Task prompt
Transcribe the records in full.

══ Raw data

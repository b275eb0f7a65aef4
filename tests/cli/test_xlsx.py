"""``--xlsx FILE`` on every report: the CSV's table as a sheet, units in the headers, read back
with openpyxl."""

from __future__ import annotations

import csv
import io
import sys
from pathlib import Path

import openpyxl
import pytest
from cli_helpers import run

from blotter.commands.xlsx import INSTALL, UNITS, _cell, header

AT = ("--at", "2026-12-01T15:00:00Z")
"""One valuation time for the CSV and the workbook runs (the default, now, moves between them)."""

REPORTS = [
    (("risk", *AT), "risk by underlying"),
    (("risk", "--by", "expiry", *AT), "risk by expiry"),
    (("risk", "--by", "position", *AT), "risk by position"),
    (("whatif", *AT, "spot", "-3%", "vol", "+2"), "whatif"),
    (("grid", "--spot", "-5,0,5", "--vol", "-2,0,2", *AT), "grid"),
    (("explain",), "explain"),
]
"""Every report command (risk in each grouping) and the sheet its table becomes."""


def _number(text: str) -> float | None:
    try:
        return float(text)
    except ValueError:
        return None


@pytest.mark.parametrize(("args", "sheet"), REPORTS, ids=[s for _, s in REPORTS])
def test_every_report_writes_its_table_with_units(
    args: tuple[str, ...], sheet: str, demo_db: Path, tmp_path: Path
) -> None:
    db = ("--db", str(demo_db))
    table = list(csv.reader(io.StringIO(run(*args, *db, "--csv").stdout)))
    out = tmp_path / "report.xlsx"
    r = run(*args, *db, "--xlsx", str(out))
    assert r.stdout == "" and f"wrote {out}" in r.stderr
    book = openpyxl.load_workbook(out, read_only=True)
    assert book.sheetnames == [sheet]
    rows = list(book[sheet].iter_rows(values_only=True))
    head, body = rows[0], rows[1:]
    assert len(body) == len(table) - 1 > 0
    for k, (name, shown) in enumerate(zip(table[0], head, strict=True)):
        cells = [row[k] for row in table[1:]]
        filled = [c for c in cells if c]
        numbers = all(_number(c) is not None for c in filled) and filled
        if numbers and not name.endswith("_id"):  # every column of numbers says its unit
            assert shown.startswith(f"{name} (") and shown.endswith(")"), shown
        elif filled:  # words, flags and ids
            assert shown == name
        for text, cell in zip(cells, (row[k] for row in body), strict=True):
            if text == "":
                assert cell is None
            elif text in ("True", "False"):
                assert cell == (text == "True")
            elif numbers:
                # Unrounded as in the CSV; openpyxl writes 16 significant digits (Excel keeps 15).
                assert cell == pytest.approx(float(text), rel=1e-15, abs=0)
            else:
                assert str(cell) == text


def test_the_currency_is_named_in_money_headers(demo_db: Path, tmp_path: Path) -> None:
    out = tmp_path / "risk.xlsx"
    run("risk", "--db", str(demo_db), "--xlsx", str(out))
    head = next(openpyxl.load_workbook(out).active.iter_rows(values_only=True))
    assert "delta_cash (USD)" in head and "vega_pt (USD per vol pt)" in head
    assert "delta_shares (shares)" in head and "currency" in head
    assert header("value", {"USD", "EUR"}) == "value (the row's currency)"
    assert set(UNITS) >= {"spot", "full", "estimate_1", "error_2_pct", "spot_pct", "vol_pts"}


def test_xlsx_is_one_output_among_json_and_csv(demo_db: Path, tmp_path: Path) -> None:
    out = tmp_path / "r.xlsx"
    r = run("risk", "--db", str(demo_db), "--xlsx", str(out), "--json", code=2)
    assert "choose one of --json, --csv and --xlsx" in r.stderr and not out.exists()


def test_without_openpyxl_the_error_names_the_install_command(
    demo_db: Path, tmp_path: Path, monkeypatch: pytest.MonkeyPatch
) -> None:
    monkeypatch.setitem(sys.modules, "openpyxl", None)  # import openpyxl now raises ImportError
    out = tmp_path / "r.xlsx"
    r = run("grid", "--db", str(demo_db), "--xlsx", str(out), code=1)
    assert INSTALL in r.stderr and "openpyxl" in r.stderr and "Traceback" not in r.stderr
    assert not out.exists()


def test_words_are_never_written_as_formulas() -> None:
    assert _cell("=HYPERLINK(\"x\")") == "'=HYPERLINK(\"x\")"
    assert _cell("-3.5") == "-3.5" and _cell(float("nan")) is None and _cell(2.5) == 2.5
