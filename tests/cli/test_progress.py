"""Progress of long commands: a rich bar on a terminal, nothing at all when piped."""

from __future__ import annotations

import io
import os
import subprocess
import sys
from pathlib import Path

import pytest

from blotter.commands.progress import BarProgress, NoProgress, draws_progress, progress


class FakeTerminal(io.StringIO):
    """A text stream that says it is a terminal, as stderr does in a shell."""

    def isatty(self) -> bool:
        return True


def test_the_chooser_draws_only_on_a_terminal_that_is_not_dumb() -> None:
    assert draws_progress(FakeTerminal(), {"TERM": "xterm-256color"})
    assert not draws_progress(io.StringIO(), {"TERM": "xterm-256color"})
    assert not draws_progress(FakeTerminal(), {"TERM": "dumb"})
    closed = io.StringIO()
    closed.close()  # its isatty raises ValueError
    assert not draws_progress(closed, {"TERM": "xterm-256color"})


def test_a_terminal_gets_a_bar_and_a_pipe_gets_nothing(monkeypatch: pytest.MonkeyPatch) -> None:
    monkeypatch.setenv("TERM", "xterm-256color")
    screen = FakeTerminal()
    with progress("importing trades.csv", 3000, stream=screen) as bar:
        assert isinstance(bar, BarProgress)
        bar.update(2000)
    assert "importing trades.csv" in screen.getvalue()
    pipe = io.StringIO()
    with progress("importing trades.csv", 3000, stream=pipe) as bar:
        assert isinstance(bar, NoProgress)
        bar.update(2000, "still importing")
    assert pipe.getvalue() == ""


def _blotter(*args: str) -> subprocess.CompletedProcess[str]:
    """``blotter ARGS`` with stdout and stderr piped, as in a script."""
    return subprocess.run(
        [sys.executable, "-m", "blotter", *args],
        capture_output=True, text=True, timeout=300, env=dict(os.environ, TERM="xterm"),
    )


def test_piped_commands_print_no_progress(demo_db: Path, tmp_path: Path) -> None:
    r = _blotter("demo", "--out", str(tmp_path / "d.db"), "--positions", "40")
    assert r.returncode == 0, r.stderr
    assert r.stderr == "" and r.stdout.startswith("wrote ")
    rows = "".join(
        f"equity-vol,DEMOA,C,2027-03-19,{100 + k},1,2.5,2026-11-20T15:00:00Z\n" for k in range(1500)
    )
    trades = tmp_path / "t.csv"
    trades.write_text("book,symbol,type,expiry,strike,quantity,price,trade_time\n" + rows)
    r = _blotter("trade", "import", str(trades), "--db", str(demo_db))
    assert r.returncode == 0, r.stderr
    assert r.stderr == "" and r.stdout.startswith("imported 1500 trades")


def test_a_demo_build_tells_each_step_in_order(tmp_path: Path) -> None:
    from blotter.store.demo import DEMO_STEPS, build_demo

    told: list[tuple[float, str | None]] = []
    build_demo(tmp_path / "d.db", positions=20, progress=lambda n, what: told.append((n, what)))
    assert told == list(enumerate(DEMO_STEPS))


def test_an_import_tells_rows_written(demo_db: Path, tmp_path: Path) -> None:
    from blotter.store import PROGRESS_EVERY, open_store

    rows = "".join(
        f"equity-vol,DEMOA,C,2027-03-19,{100 + k},1,2.5,2026-11-20T15:00:00Z\n"
        for k in range(2 * PROGRESS_EVERY + 5)
    )
    trades = tmp_path / "t.csv"
    trades.write_text("book,symbol,type,expiry,strike,quantity,price,trade_time\n" + rows)
    told: list[int] = []
    with open_store(demo_db) as store:
        store.import_trades_csv(trades, told.append)
    assert told == [PROGRESS_EVERY, 2 * PROGRESS_EVERY]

════

Exercise solution
repository b275eb0f7a65aef4
filename tests/cli/test_xlsx.py
"""``--xlsx FILE`` on every report: the CSV's table as a sheet, units in the headers, read back
with openpyxl."""

from __future__ import annotations

import csv
import io
import sys
from pathlib import Path

import openpyxl
import pytest
from cli_helpers import run

from blotter.commands.xlsx import INSTALL, UNITS, _cell, header

AT = ("--at", "2026-12-01T15:00:00Z")
"""One valuation time for the CSV and the workbook runs (the default, now, moves between them)."""

REPORTS = [
    (("risk", *AT), "risk by underlying"),
    (("risk", "--by", "expiry", *AT), "risk by expiry"),
    (("risk", "--by", "position", *AT), "risk by position"),
    (("whatif", *AT, "spot", "-3%", "vol", "+2"), "whatif"),
    (("grid", "--spot", "-5,0,5", "--vol", "-2,0,2", *AT), "grid"),
    (("explain",), "explain"),
]
"""Every report command (risk in each grouping) and the sheet its table becomes."""


def _number(text: str) -> float | None:
    try:
        return float(text)
    except ValueError:
        return None


@pytest.mark.parametrize(("args", "sheet"), REPORTS, ids=[s for _, s in REPORTS])
def test_every_report_writes_its_table_with_units(
    args: tuple[str, ...], sheet: str, demo_db: Path, tmp_path: Path
) -> None:
    db = ("--db", str(demo_db))
    table = list(csv.reader(io.StringIO(run(*args, *db, "--csv").stdout)))
    out = tmp_path / "report.xlsx"
    r = run(*args, *db, "--xlsx", str(out))
    assert r.stdout == "" and f"wrote {out}" in r.stderr
    book = openpyxl.load_workbook(out, read_only=True)
    assert book.sheetnames == [sheet]
    rows = list(book[sheet].iter_rows(values_only=True))
    head, body = rows[0], rows[1:]
    assert len(body) == len(table) - 1 > 0
    for k, (name, shown) in enumerate(zip(table[0], head, strict=True)):
        cells = [row[k] for row in table[1:]]
        filled = [c for c in cells if c]
        numbers = all(_number(c) is not None for c in filled) and filled
        if numbers and not name.endswith("_id"):  # every column of numbers says its unit
            assert shown.startswith(f"{name} (") and shown.endswith(")"), shown
        elif filled:  # words, flags and ids
            assert shown == name
        for text, cell in zip(cells, (row[k] for row in body), strict=True):
            if text == "":
                assert cell is None
            elif text in ("True", "False"):
                assert cell == (text == "True")
            elif numbers:
                # Unrounded as in the CSV; openpyxl writes 16 significant digits (Excel keeps 15).
                assert cell == pytest.approx(float(text), rel=1e-15, abs=0)
            else:
                assert str(cell) == text


def test_the_currency_is_named_in_money_headers(demo_db: Path, tmp_path: Path) -> None:
    out = tmp_path / "risk.xlsx"
    run("risk", "--db", str(demo_db), "--xlsx", str(out))
    head = next(openpyxl.load_workbook(out).active.iter_rows(values_only=True))
    assert "delta_cash (USD)" in head and "vega_pt (USD per vol pt)" in head
    assert "delta_shares (shares)" in head and "currency" in head
    assert header("value", {"USD", "EUR"}) == "value (the row's currency)"
    assert set(UNITS) >= {"spot", "full", "estimate_1", "error_2_pct", "spot_pct", "vol_pts"}


def test_xlsx_is_one_output_among_json_and_csv(demo_db: Path, tmp_path: Path) -> None:
    out = tmp_path / "r.xlsx"
    r = run("risk", "--db", str(demo_db), "--xlsx", str(out), "--json", code=2)
    assert "choose one of --json, --csv and --xlsx" in r.stderr and not out.exists()


def test_without_openpyxl_the_error_names_the_install_command(
    demo_db: Path, tmp_path: Path, monkeypatch: pytest.MonkeyPatch
) -> None:
    monkeypatch.setitem(sys.modules, "openpyxl", None)  # import openpyxl now raises ImportError
    out = tmp_path / "r.xlsx"
    r = run("grid", "--db", str(demo_db), "--xlsx", str(out), code=1)
    assert INSTALL in r.stderr and "openpyxl" in r.stderr and "Traceback" not in r.stderr
    assert not out.exists()


def test_words_are_never_written_as_formulas() -> None:
    assert _cell("=HYPERLINK(\"x\")") == "'=HYPERLINK(\"x\")"
    assert _cell("-3.5") == "-3.5" and _cell(float("nan")) is None and _cell(2.5) == 2.5
filename tests/cli/test_progress.py
"""Progress of long commands: a rich bar on a terminal, nothing at all when piped."""

from __future__ import annotations

import io
import os
import subprocess
import sys
from pathlib import Path

import pytest

from blotter.commands.progress import BarProgress, NoProgress, draws_progress, progress


class FakeTerminal(io.StringIO):
    """A text stream that says it is a terminal, as stderr does in a shell."""

    def isatty(self) -> bool:
        return True


def test_the_chooser_draws_only_on_a_terminal_that_is_not_dumb() -> None:
    assert draws_progress(FakeTerminal(), {"TERM": "xterm-256color"})
    assert not draws_progress(io.StringIO(), {"TERM": "xterm-256color"})
    assert not draws_progress(FakeTerminal(), {"TERM": "dumb"})
    closed = io.StringIO()
    closed.close()  # its isatty raises ValueError
    assert not draws_progress(closed, {"TERM": "xterm-256color"})


def test_a_terminal_gets_a_bar_and_a_pipe_gets_nothing(monkeypatch: pytest.MonkeyPatch) -> None:
    monkeypatch.setenv("TERM", "xterm-256color")
    screen = FakeTerminal()
    with progress("importing trades.csv", 3000, stream=screen) as bar:
        assert isinstance(bar, BarProgress)
        bar.update(2000)
    assert "importing trades.csv" in screen.getvalue()
    pipe = io.StringIO()
    with progress("importing trades.csv", 3000, stream=pipe) as bar:
        assert isinstance(bar, NoProgress)
        bar.update(2000, "still importing")
    assert pipe.getvalue() == ""


def _blotter(*args: str) -> subprocess.CompletedProcess[str]:
    """``blotter ARGS`` with stdout and stderr piped, as in a script."""
    return subprocess.run(
        [sys.executable, "-m", "blotter", *args],
        capture_output=True, text=True, timeout=300, env=dict(os.environ, TERM="xterm"),
    )


def test_piped_commands_print_no_progress(demo_db: Path, tmp_path: Path) -> None:
    r = _blotter("demo", "--out", str(tmp_path / "d.db"), "--positions", "40")
    assert r.returncode == 0, r.stderr
    assert r.stderr == "" and r.stdout.startswith("wrote ")
    rows = "".join(
        f"equity-vol,DEMOA,C,2027-03-19,{100 + k},1,2.5,2026-11-20T15:00:00Z\n" for k in range(1500)
    )
    trades = tmp_path / "t.csv"
    trades.write_text("book,symbol,type,expiry,strike,quantity,price,trade_time\n" + rows)
    r = _blotter("trade", "import", str(trades), "--db", str(demo_db))
    assert r.returncode == 0, r.stderr
    assert r.stderr == "" and r.stdout.startswith("imported 1500 trades")


def test_a_demo_build_tells_each_step_in_order(tmp_path: Path) -> None:
    from blotter.store.demo import DEMO_STEPS, build_demo

    told: list[tuple[float, str | None]] = []
    build_demo(tmp_path / "d.db", positions=20, progress=lambda n, what: told.append((n, what)))
    assert told == list(enumerate(DEMO_STEPS))


def test_an_import_tells_rows_written(demo_db: Path, tmp_path: Path) -> None:
    from blotter.store import PROGRESS_EVERY, open_store

    rows = "".join(
        f"equity-vol,DEMOA,C,2027-03-19,{100 + k},1,2.5,2026-11-20T15:00:00Z\n"
        for k in range(2 * PROGRESS_EVERY + 5)
    )
    trades = tmp_path / "t.csv"
    trades.write_text("book,symbol,type,expiry,strike,quantity,price,trade_time\n" + rows)
    told: list[int] = []
    with open_store(demo_db) as store:
        store.import_trades_csv(trades, told.append)
    assert told == [PROGRESS_EVERY, 2 * PROGRESS_EVERY]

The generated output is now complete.